Меня ведёт, Ландар вовремя ловит и несёт на кровать. Когда укладывает, я сопротивляюсь, потому что мне нужно выяснить главное, иначе не успокоюсь.
Выглядываю из-за плеча мужа, наблюдаю, как доктор и его помощница укладывают предметы назад в саквояж.
Но я должна спросить, иначе меня разорвёт.
— Почему дрель?
Слова даются с трудом. Язык едва ворочается.
Доктор округляет глаза.
— Так вы не знаете, что такое дрель?
— Знаю, это предмет такой… Им сверлят…
— Нет же! — со смехом отмахивается лекарь. — То — мозгоковырялка. А дрель — древо-лекарь,
Утыкаюсь в плечо Ландара, хохочу.
Какой дикаркой они, наверное, увидели меня сейчас! Обычно попаданки аборигенов магических миров считают дикими и отсталыми, а тут я, человек из цивилизованного двадцать первого века, такое учудила, даже не разобравшись.

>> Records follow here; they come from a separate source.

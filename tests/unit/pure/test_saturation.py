"""The curve with its continuation, its inverse and what it tells about itself."""

from dataclasses import replace

import numpy as np
import pytest
from hypothesis import given, settings
from hypothesis import strategies as st

from groups.errors import OutOfRangeError
from groups.pure.coefficients import candidates, every_registry_number
from groups.pure.equations import Antoine
from groups.pure.published import published_vapour_pressure
from groups.pure.saturation import VapourPressure


def ethanol() -> VapourPressure:
    curve = published_vapour_pressure("64-17-5")
    assert curve is not None
    return curve


def clausius(range_K: tuple[float, float] = (300.0, 400.0)) -> VapourPressure:
    """ln P = 15 - 4000/T, whose continuation is itself."""
    return VapourPressure("user", "", "", (), range_K, Antoine(15.0, 4000.0, 0.0), 0.01)


def test_within_the_range_it_is_the_equation() -> None:
    curve = ethanol()
    T = np.linspace(*curve.range_K, 50)
    assert curve.ln_kPa(T) == pytest.approx(curve.curve.ln_kPa(T), abs=0.0)
    assert not curve.extrapolated(T).any()


def test_a_straight_line_continues_as_itself() -> None:
    T = np.array([100.0, 299.0, 401.0, 2000.0])
    assert clausius().ln_kPa(T) == pytest.approx(15.0 - 4000.0 / T, rel=1e-14)
    assert clausius().slope(T) == pytest.approx(4000.0 / T**2, rel=1e-14)
    assert clausius().extrapolated(T).all()


def test_value_and_slope_are_continuous_at_the_edges() -> None:
    curve = replace(ethanol(), range_K=(300.0, 400.0))
    for edge in curve.range_K:
        near = np.array([edge * (1 - 1e-10), edge * (1 + 1e-10)])
        assert np.ptp(curve.ln_kPa(near)) < 1e-8  # slope below 0.1/K times 1e-7 K
        assert np.ptp(curve.slope(near)) < 1e-9


@pytest.mark.parametrize("cas", every_registry_number()[::60])
def test_every_published_curve_rises_from_50_to_1500_K(cas: str) -> None:
    T = np.linspace(50.0, 1500.0, 2901)
    for c in candidates(cas):
        curve = VapourPressure("published", "", "", (), c.range_K, c.curve, 0.01)
        assert np.all(np.diff(curve.ln_kPa(T)) > 0.0)
        assert np.all(curve.slope(T) > 0.0)


@given(st.lists(st.floats(1e-3, 2e4), min_size=1, max_size=30))
@settings(max_examples=100, deadline=None)
def test_the_inverse_undoes_the_curve(pressures: list[float]) -> None:
    curve = ethanol()
    # Newton stops at 1e-12 in ln P.
    assert curve.ln_kPa(curve.inverse(pressures)) == pytest.approx(np.log(pressures), abs=1e-11)


def test_the_inverse_keeps_the_shape_and_marks_what_has_no_answer() -> None:
    T = ethanol().inverse([[101.325, -1.0], [np.nan, 0.0]])
    assert T.shape == (2, 2)
    assert np.isnan(T).tolist() == [[False, True], [True, True]]


def test_a_pressure_beyond_the_continuation_is_refused() -> None:
    assert np.exp(15.0) > clausius().kPa(1e9)
    with pytest.raises(OutOfRangeError, match="pressure_kPa"):
        clausius().boiling_temperature(np.exp(15.1))
    with pytest.raises(OutOfRangeError, match="pressure_kPa"):
        clausius().boiling_temperature(-1.0)


def test_the_uncertainty_grows_with_the_distance_from_the_range() -> None:
    curve = clausius()
    sigma = curve.uncertainty([200.0, 280.0, 300.0, 350.0, 400.0, 450.0, 600.0])
    assert sigma[2:5] == pytest.approx(0.01, abs=0.0)
    assert sigma[0] > sigma[1] > 0.01
    assert sigma[6] > sigma[5] > 0.01


def test_a_narrow_range_makes_the_continuation_less_certain() -> None:
    wide, narrow = clausius((300.0, 400.0)), clausius((395.0, 400.0))
    assert narrow.uncertainty(420.0) > 2.0 * wide.uncertainty(420.0)


def test_near_critical_and_supercritical_are_told() -> None:
    curve = ethanol()
    assert curve.critical_temperature_K is not None
    T = np.array([0.89, 0.91, 0.999, 1.0, 1.2]) * curve.critical_temperature_K
    assert curve.near_critical(T).tolist() == [False, True, True, False, False]
    assert curve.supercritical(T).tolist() == [False, False, False, True, True]
    unknown = replace(curve, critical_temperature_K=None)
    assert not unknown.near_critical(T).any()
    assert not unknown.supercritical(T).any()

Ландар гладит меня по спине и виноватым тоном говорит доктору:
— Простите её. Моя жена двадцать лет просидела в башне. Многого не знает.
— Бедное дитя, — качает головой доктор, раскланивается, подхватывает саквояж и Томирис под локоток, и спешно ретируется.
Когда за доктором и его ассистенткой закрывается дверь, Ландар поворачивается ко мне и внимательно смотрит в глаза.
Потом, приподняв лицо за подбородок, спрашивает немного грустно:
— Ты, правда, подумала, что я позволю причинить тебе вред? Сделать с тобой что-то дурное? Ты столь плохого обо мне мнения?
Отползаю, закрываю пылающее лицо руками и с трудом произношу:
— Да.
Он вздыхает, встаёт, уходит на время в свою мастерскую и вскоре возвращается с маленькой коробочкой.
Она выглядит смутно знакомой.
Однажды ко мне уже подходили с коробочкой.
Ландар протягивает презент мне и говорит:
— Открой. Может, это тебя переубедит?
Выполняю с опаской, зная, что увижу внутри, но всё равно не удерживаюсь от возгласа:
— Горошина!
Ландар усмехается:
— Никогда ещё не видел, чтобы кто-то так радовался простому гороху.
Вздыхаю слегка разочаровано:
— Разве она не та самая?
В глазах Ландара промелькивает нечто странное: боль? отчаяние? страх? Лишь краткий миг, но я успеваю заметить.
Говорит он в этот раз с нескрываемой печалью:
— Она может стать той самой. Только её нужно посадить и бережно за ней ухаживать.
Наклоняется и целует в губы — тягуче, медово, чуть с горчинкой.
Вот так просто.
Не тысячи слов. Не бурных объяснений. Он вручил мне не только мою судьбу, но и своё сердце.
Отрываясь от моих губ, он заводит мне прядь волос за ухо и безапелляционно требует:
— Не смей плохо обо мне думать!
Я бросаюсь на шею, прижимаюсь к нему и заверяю со всей страстью, на которую только способна:
— Никогда больше.
И чувствую, как он расплывается в улыбке.
Глава 4. Не всё то золото, что блестит
Кажется, я засыпаю.
Убаюканная теплом и нежностью Ландара, в надёжном кольце его рук сворачиваюсь клубочком, закрываю глаза и сразу проваливаюсь в сонную негу.